Rusudan Kemularia: So, low-income countries do require support in enhancing domestic revenue mobilization. However, assistance should be demand driven. What I can say from the TIWB perspective is that the demand is high. We see that demand is increasing not only for the practical audit and international tax, but rather in other areas such as criminal tax investigations, a thematic exchange of information, tax and environment, and of course the implementation of the two-pillar solution. Especially the practical implementation of global minimum tax rules. We see that the demand is coming. Maybe we need to work in more coordination to also increase awareness about the programs and assistance which we are providing to developing countries.

Jeff Chelsky: Now, IEG's evaluation also pointed to problems with sustaining tax reform. This was particularly the case with respect to reducing tax expenditures and eliminating inefficient tax exemptions. Often, reversals were a response to ongoing pressures from vested interests. Is this a phenomenon that you've seen? What can be done to increase the chances that tax reforms supported by development partners stick and are sustained?

Rusudan Kemularia: Yeah, it's a very complex issue, and I think it has different dimensions. But very simply, when reforms are tailor-made for a country they resonate better, whether it's economic and social dynamics. This approach involves engaging the stakeholders early on, ensuring they feel a sense of ownership, and that's very important. Effective communication is also crucial by clearly articulating the benefits of the reforms to the public. I think we can build broader support and increase the chances that reforms supported by development partners are sustained.

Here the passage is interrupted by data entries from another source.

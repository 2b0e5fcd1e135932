import { createContext, use } from 'react';
import { type Permission, type Role, roleMay } from '#shared/policy/policy.ts';

/** The centre in the address, and who looks at it. Set by the layout; pages only read it. */
export interface CentreHere {
  slug: string;
  name: string;
  /** IANA time zone. */
  zone: string;
  /** Minutes after midnight at which its business day begins. */
  cut: number;
  role: Role;
  /** The user's own id and name; null for a display. */
  me: { id: string; name: string } | null;
}

export const CentreContext = createContext<CentreHere | null>(null);

/** The centre of this page, with `may(permission)` for what to show; the server decides all the same. */
export function useCentre(): CentreHere & { may: (permission: Permission) => boolean } {
  const centre = use(CentreContext);
  if (!centre) throw new Error('useCentre stands outside a centre');
  return { ...centre, may: (permission) => roleMay(centre.role, permission) };
}
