import { afterEach, describe, expect, it, vi } from 'vitest';
import { floorContracts } from '#shared/contracts/floor.ts';
import type { Problem } from './api.ts';
import { addressOf, call, newKey } from './api.ts';

const answer = (status: number, body: unknown, headers: Record<string, string> = {}) =>
  new Response(body === null ? null : JSON.stringify(body), { status, headers: { 'content-type': 'application/json', ...headers } });
afterEach(() => vi.unstubAllGlobals());

describe('addresses', () => {
  it('fills the path and leaves undefined queries out', () => {
    expect(addressOf('/api/centres/:centre/lanes/:lane', { centre: 'tarn-ferry', lane: 9 }, { from: 5, to: undefined })).toBe('/api/centres/tarn-ferry/lanes/9?from=5');
  });
  it('a part of a path cannot break out of it', () => expect(addressOf('/a/:x', { x: '../b?c' })).toBe('/a/..%2Fb%3Fc'));
});

describe('call', () => {
  it('sends method, body and key as the contract says', async () => {
    const fetched = vi.fn<typeof fetch>(() => Promise.resolve(answer(200, { from: {}, to: {} })));
    vi.stubGlobal('fetch', fetched);
    await call(floorContracts.move, { params: { centre: 'a', lane: 3 }, body: { to: 4 }, idempotencyKey: 'k' });
    const [address, init] = fetched.mock.calls[0]!;
    expect(address).toBe('/api/centres/a/lanes/3/move');
    expect(init).toMatchObject({ method: 'POST', body: '{"to":4}', headers: { 'content-type': 'application/json', 'idempotency-key': 'k' } });
  });

  it('throws what the server refused, with fields and the time to wait', async () => {
    vi.stubGlobal('fetch', () => Promise.resolve(answer(422, { code: 'lane.same', params: { lane: 3 }, errors: [{ in: 'body', pointer: '/to', code: 'lane.same' }, { in: 'path', pointer: '/lane', code: 'field.type' }] }, { 'retry-after': '2' })));
    const problem = await call(floorContracts.move, { params: { centre: 'a', lane: 3 }, body: { to: 3 } }).catch((e: unknown) => e);
    expect(problem).toMatchObject({ status: 422, code: 'lane.same', params: { lane: 3 }, retryAfter: 2 });
    expect((problem as Problem).field('to')?.code).toBe('lane.same');
    expect((problem as Problem).field('lane')).toBeNull();
  });

  it('a failure of the network is a problem of its own, a page of a proxy is its status', async () => {
    vi.stubGlobal('fetch', () => Promise.reject(new TypeError('fetch failed')));
    await expect(call(floorContracts.snapshot, { params: { centre: 'a' } })).rejects.toMatchObject({ status: 0, code: 'network.away' });
    vi.stubGlobal('fetch', () => Promise.resolve(new Response('<html>', { status: 502 })));
    await expect(call(floorContracts.snapshot, { params: { centre: 'a' } })).rejects.toMatchObject({ status: 502, code: 'http.502' });
  });
});

it('keys are 32 hex digits and differ', () => {
  expect(newKey()).toMatch(/^[0-9a-f]{32}$/);
  expect(newKey()).not.toBe(newKey());
});
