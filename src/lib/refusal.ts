import { fieldSentence, refusalSentence } from '#shared/text/en/refusals.ts';
import { Problem } from './api.ts';

/** What happened and what to do, for whatever a `call` threw; null stays null. */
export function sentenceOf(error: unknown): string | null {
  if (error === null || error === undefined) return null;
  if (!(error instanceof Problem)) return refusalSentence('unexpected', { request: '–' });
  if (error.code.startsWith('http.')) return refusalSentence('network.away');
  return refusalSentence(error.code, error.retryAfter === null ? error.params : { retryAfterS: error.retryAfter, ...error.params });
}

/** What stands beside the field `name` of a form (its path in the body: `to`, `passes/0/length`). */
export function fieldSentenceOf(error: unknown, name: string): string | null {
  const field = error instanceof Problem ? error.field(name) : null;
  return field ? fieldSentence(field.code, field.params) : null;
}
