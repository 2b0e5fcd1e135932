import { describe, expect, it } from 'vitest';
import { INGEST_RATE, tokenBuckets } from './token-bucket.ts';

describe('requests of one key', () => {
  it('lets a burst of 100 pass, then 50 a second', () => {
    const { take } = tokenBuckets(INGEST_RATE);
    const at = (now: number, count: number) => Array.from({ length: count }, () => take('key', now)).filter((wait) => wait === 0).length;
    expect(at(0, 150)).toBe(100);
    expect(at(100, 150)).toBe(5);
    expect(at(1_100, 150)).toBe(50);
    expect(at(60_000, 150)).toBe(100);
  });

  it('says how long to wait, and keeps keys apart', () => {
    const { take } = tokenBuckets({ perSecond: 0.5, burst: 1 });
    expect([take('a', 0), take('a', 0), take('b', 0), take('a', 1_000), take('a', 2_000)]).toEqual([0, 2, 0, 1, 0]);
  });
});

I'm talking from my previous experience as Vice Minister of Finance, leading together with my team the tax reforms in my country. There is no one size fits all solution. A key approach is to design reforms proactively and tailored to each country's unique circumstances. This is I think most important. Understanding the local regulations, cultural sensitivities, and other defining aspects is essential to align reforms with the reality.

Jeff Chelsky: In many ways, this is very consistent with the evaluation's finding that the willingness of taxpayers to comply and to pay tax is partly a function of the extent to which they see themselves receiving valuable and high-quality services from governments. If governments are not able to show that they're using the tax revenues to the benefit of their people, taxpayers are unlikely to want to sustain compliance. Is this something you also saw in your time in Georgia?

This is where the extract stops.